> [THE TASK] Give an exact copy of the lines from the beginning of the listing below to the "so themselves. */" line, inclusive.
+++++
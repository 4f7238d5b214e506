#!/usr/bin/env node
import { Command, CommanderError, InvalidArgumentError, Option } from 'commander';
import { parseAzimuthZero } from '../geometry/azimuth-zero.js';
import { toolVersion } from '../report/tool-version.js';
import { dateArgument, hduArgument, numberArgument, positionArgument } from './arguments.js';
import { checkInputs, componentArgument } from './component-options.js';
import { DONE, FAILED, USAGE } from './exit-codes.js';
import { faultLine } from './faults.js';
import type { QuickLookArguments } from './quicklook.js';
import type { ReadingOptions } from './reading-options.js';

const EXIT_CODES = `
Exit codes: 0 all done; 1 failed; 2 wrong command line; 3 finished, but some of several files failed.`;

/** What says where a map lies and what it shows, for files that do not say so themselves. */
function addReadingOptions(command: Command): Command {
  return command
    .option('--hdu <hdu>', 'read this HDU: its number, from 0, or its name', hduArgument)
    .option('--plane <n>', 'plane of a cube, from 0', numberArgument('a plane', 0, 1e6))
    .option('--date <utc>', 'when the map was taken, for one that does not say', dateArgument)
    .option('--at <lon,lat>', 'Stonyhurst position of the image centre [deg]', positionArgument)
    .option(
      '--pixel-scale <arcsec>',
      'size of a pixel [arcsec]',
      numberArgument('a size', 1e-3, 3600),
    )
    .option('--unit <unit>', 'unit of the map: G, kG, mT, T or Mx/cm^2');
}

function quicklookCommand(): Command {
  const command = new Command('quicklook')
    .description('figures and picture of one active region from a magnetogram in FITS')
    .argument('[file...]', 'FITS files, also gzipped or tile-compressed');
  addReadingOptions(command)
    .option(
      '--component <name=file[#hdu][:plane]>',
      'instead of files: one component of a vector map, and again for each; names are east or west, north or south, radial; or strength, inclination, azimuth, ambiguity; or error- and one of these',
      componentArgument,
    )
    .option(
      '--azimuth-zero <direction>',
      'where azimuth is zero, and which way it counts: +x, -x, +y, -y of the image or north, east, south, west on the sky, then ,cw or ,ccw (default: +y,ccw)',
      parseAzimuthZero,
    )
    .addOption(
      new Option(
        '--disambiguation <way>',
        'how the 180 degree ambiguity of the azimuth is resolved (default: minimum-energy)',
      ).choices(['minimum-energy', 'acute']),
    )
    .option('--center <lon,lat>', 'Stonyhurst position of the patch centre [deg]', positionArgument)
    .option('--extent <Mm>', 'side of the patch [Mm]', numberArgument('a length', 1, 3000))
    .option('--pixel <Mm>', 'pixel of the patch [Mm]', numberArgument('a length', 0.01, 100))
    .option('--allow-limb', 'take patches beyond 70 degrees from disk centre, flagged')
    .option(
      '--noise <gauss>',
      'noise of a pixel instead of the estimate',
      numberArgument('a field', 0, 1e5),
    )
    .option('--alpha <per-Mm>', 'fix the force-free alpha [1/Mm]', numberArgument('alpha', -10, 10))
    .addOption(
      new Option('--sides <kind>', 'what lies beyond the patch')
        .choices(['open', 'periodic'])
        .default('open'),
    )
    .addOption(
      new Option('--radial <way>', 'from line of sight to radial')
        .choices(['potential', 'mu'])
        .default('potential'),
    )
    .option('--region-id <name>', 'name of the region instead of its position')
    .option('--out <dir>', 'folder for the results', 'spotjoule-out')
    .option('--json', 'print one JSON document a file instead of the summary')
    .option('--maps', 'also write the maps of the patch as FITS')
    .option('--volume', 'also write the field above the patch as FITS cubes')
    .option('--levels <n>', 'levels of the volume', numberArgument('a number of levels', 1, 1024))
    .option(
      '--top <Mm>',
      'height of its highest level [Mm]',
      numberArgument('a height', 0.01, 3000),
    )
    .option(
      '--every <n>',
      'take every n-th pixel into the volume',
      numberArgument('a number of pixels', 1, 64),
    )
    .option('--lines <n>', 'draw so many field lines', numberArgument('a number of lines', 1, 2000))
    .option('--no-picture', 'do not draw the picture')
    .addHelpText('after', EXIT_CODES)
    .action(async (files: string[], options: QuickLookArguments) => {
      checkInputs(files, options);
      const { runQuickLook } = await import('./quicklook.js');
      process.exitCode = await runQuickLook(files, { ...options, debug: isDebug() });
    });
  return command;
}

function headerCommand(): Command {
  const command = new Command('header')
    .description('what the reader understood of a file: where to look when one is refused')
    .argument('<file>', 'FITS file');
  addReadingOptions(command)
    .addHelpText('after', EXIT_CODES)
    .action(async (file: string, options: ReadingOptions) => {
      const { runHeader } = await import('./header.js');
      process.exitCode = await runHeader(file, options);
    });
  return command;
}

function isDebug(): boolean {
  return program.opts<{ debug?: boolean }>().debug === true || process.argv.includes('--debug');
}

const program = new Command('spotjoule')
  .description('Energy and electric currents of solar active regions, from magnetograms')
  .version(toolVersion())
  .option('--debug', 'show the stack trace of a fault')
  .addHelpText('after', EXIT_CODES);

for (const command of [quicklookCommand(), headerCommand()]) {
  command.addOption(new Option('--debug').hideHelp());
  program.addCommand(command);
}
for (const command of [program, ...program.commands]) {
  command.exitOverride().configureOutput({
    // One line, whatever commander puts into its messages.
    outputError: (text, write) =>
      write(
        `spotjoule: ${text
          .replace(/^error: /, '')
          .trim()
          .replace(/\s*\n\s*/g, ' ')}\n`,
      ),
  });
}

process.stdout.on('error', (error: NodeJS.ErrnoException) => {
  // The reader of a pipe may leave early (`| head`): that is no fault.
  if (error.code === 'EPIPE') process.exit(DONE);
  process.stderr.write(`spotjoule: standard output cannot be written (${error.code})\n`);
  process.exit(FAILED);
});

try {
  await program.parseAsync();
} catch (error) {
  if (error instanceof CommanderError || error instanceof InvalidArgumentError) {
    process.exitCode = error instanceof CommanderError && error.exitCode === 0 ? DONE : USAGE;
  } else {
    process.stderr.write(`${faultLine(error, undefined, isDebug())}\n`);
    process.exitCode = (error as { code?: unknown }).code === 'UsageError' ? USAGE : FAILED;
  }
}
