/** The sheet's columns have a meaning now, guessed or chosen again; the steward is to confirm them. */
export async function updateSheetPlanned(
  id: number,
  planned: { dialect: Dialect; heads: readonly string[]; plan: StoredPlan; settings: SheetSettings; rowsTotal: number },
  trx: Database,
): Promise<void> {
  await trx
    .updateTable("sheet")
    .set({
      state: "planned",
      failure: null,
      dialect: JSON.stringify(planned.dialect),
      heads: [...planned.heads],
      plan: JSON.stringify(planned.plan),
      settings: JSON.stringify(planned.settings),
      rows_total: planned.rowsTotal,
      rows_done: 0,
    })
    .where("id", "=", id)
    .execute();
}

/** Back to the plan, with what was confirmed before still filled in. */
export async function updateSheetReopened(id: number, trx: Database): Promise<void> {
  await trx.updateTable("sheet").set({ state: "planned", failure: null, rows_done: 0 }).where("id", "=", id).execute();
}

/** The plan is confirmed and the rows are to be read. */
export async function updateSheetConfirmed(
  id: number,
  confirmed: { plan: StoredPlan; settings: SheetSettings; sourceChoice: SourceChoice | null; by: string },
  trx: Database,
): Promise<void> {
  await trx
    .updateTable("sheet")
    .set({
      state: "reading",
      plan: JSON.stringify(confirmed.plan),
      settings: JSON.stringify(confirmed.settings),
      source_choice: confirmed.sourceChoice === null ? null : JSON.stringify(confirmed.sourceChoice),
      plan_confirmed_by: confirmed.by,
      plan_confirmed_at: new Date(),
      rows_done: 0,
    })
    .where("id", "=", id)
    .execute();
}

export async function updateSheetProgress(id: number, rowsDone: number, trx: Database): Promise<void> {
  await trx.updateTable("sheet").set({ rows_done: rowsDone }).where("id", "=", id).execute();
}

export async function updateSheetRead(id: number, trx: Database): Promise<void> {
  await trx.updateTable("sheet").set({ state: "read" }).where("id", "=", id).execute();
}

export async function updateSheetFailed(id: number, failure: string, trx: Database): Promise<void> {
  await trx.updateTable("sheet").set({ state: "failed", failure }).where("id", "=", id).execute();
}

export async function updateSheetBuilt(id: number, revisionId: number, trx: Database): Promise<void> {
  await trx.updateTable("sheet").set({ state: "built", revision_id: revisionId }).where("id", "=", id).execute();
}

// --- Rows -------------------------------------------------------------------

/** A row as it was read, with its cells as uploaded. */
export interface StoredRow {
  number: number;
  cells: readonly string[];
  outcome: "read" | "refused" | "skipped";
  problems: readonly CellProblem[];
  reading: MatchedReading | null;
}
+++++
> [OUTPUT FOR THIS TASK]
repository 4f7238d5b214e506
#!/usr/bin/env node
import { Command, CommanderError, InvalidArgumentError, Option } from 'commander';
import { parseAzimuthZero } from '../geometry/azimuth-zero.js';
import { toolVersion } from '../report/tool-version.js';
import { dateArgument, hduArgument, numberArgument, positionArgument } from './arguments.js';
import { checkInputs, componentArgument } from './component-options.js';
import { DONE, FAILED, USAGE } from './exit-codes.js';
import { faultLine } from './faults.js';
import type { QuickLookArguments } from './quicklook.js';
import type { ReadingOptions } from './reading-options.js';

const EXIT_CODES = `
Exit codes: 0 all done; 1 failed; 2 wrong command line; 3 finished, but some of several files failed.`;

/** What says where a map lies and what it shows, for files that do not say so themselves. */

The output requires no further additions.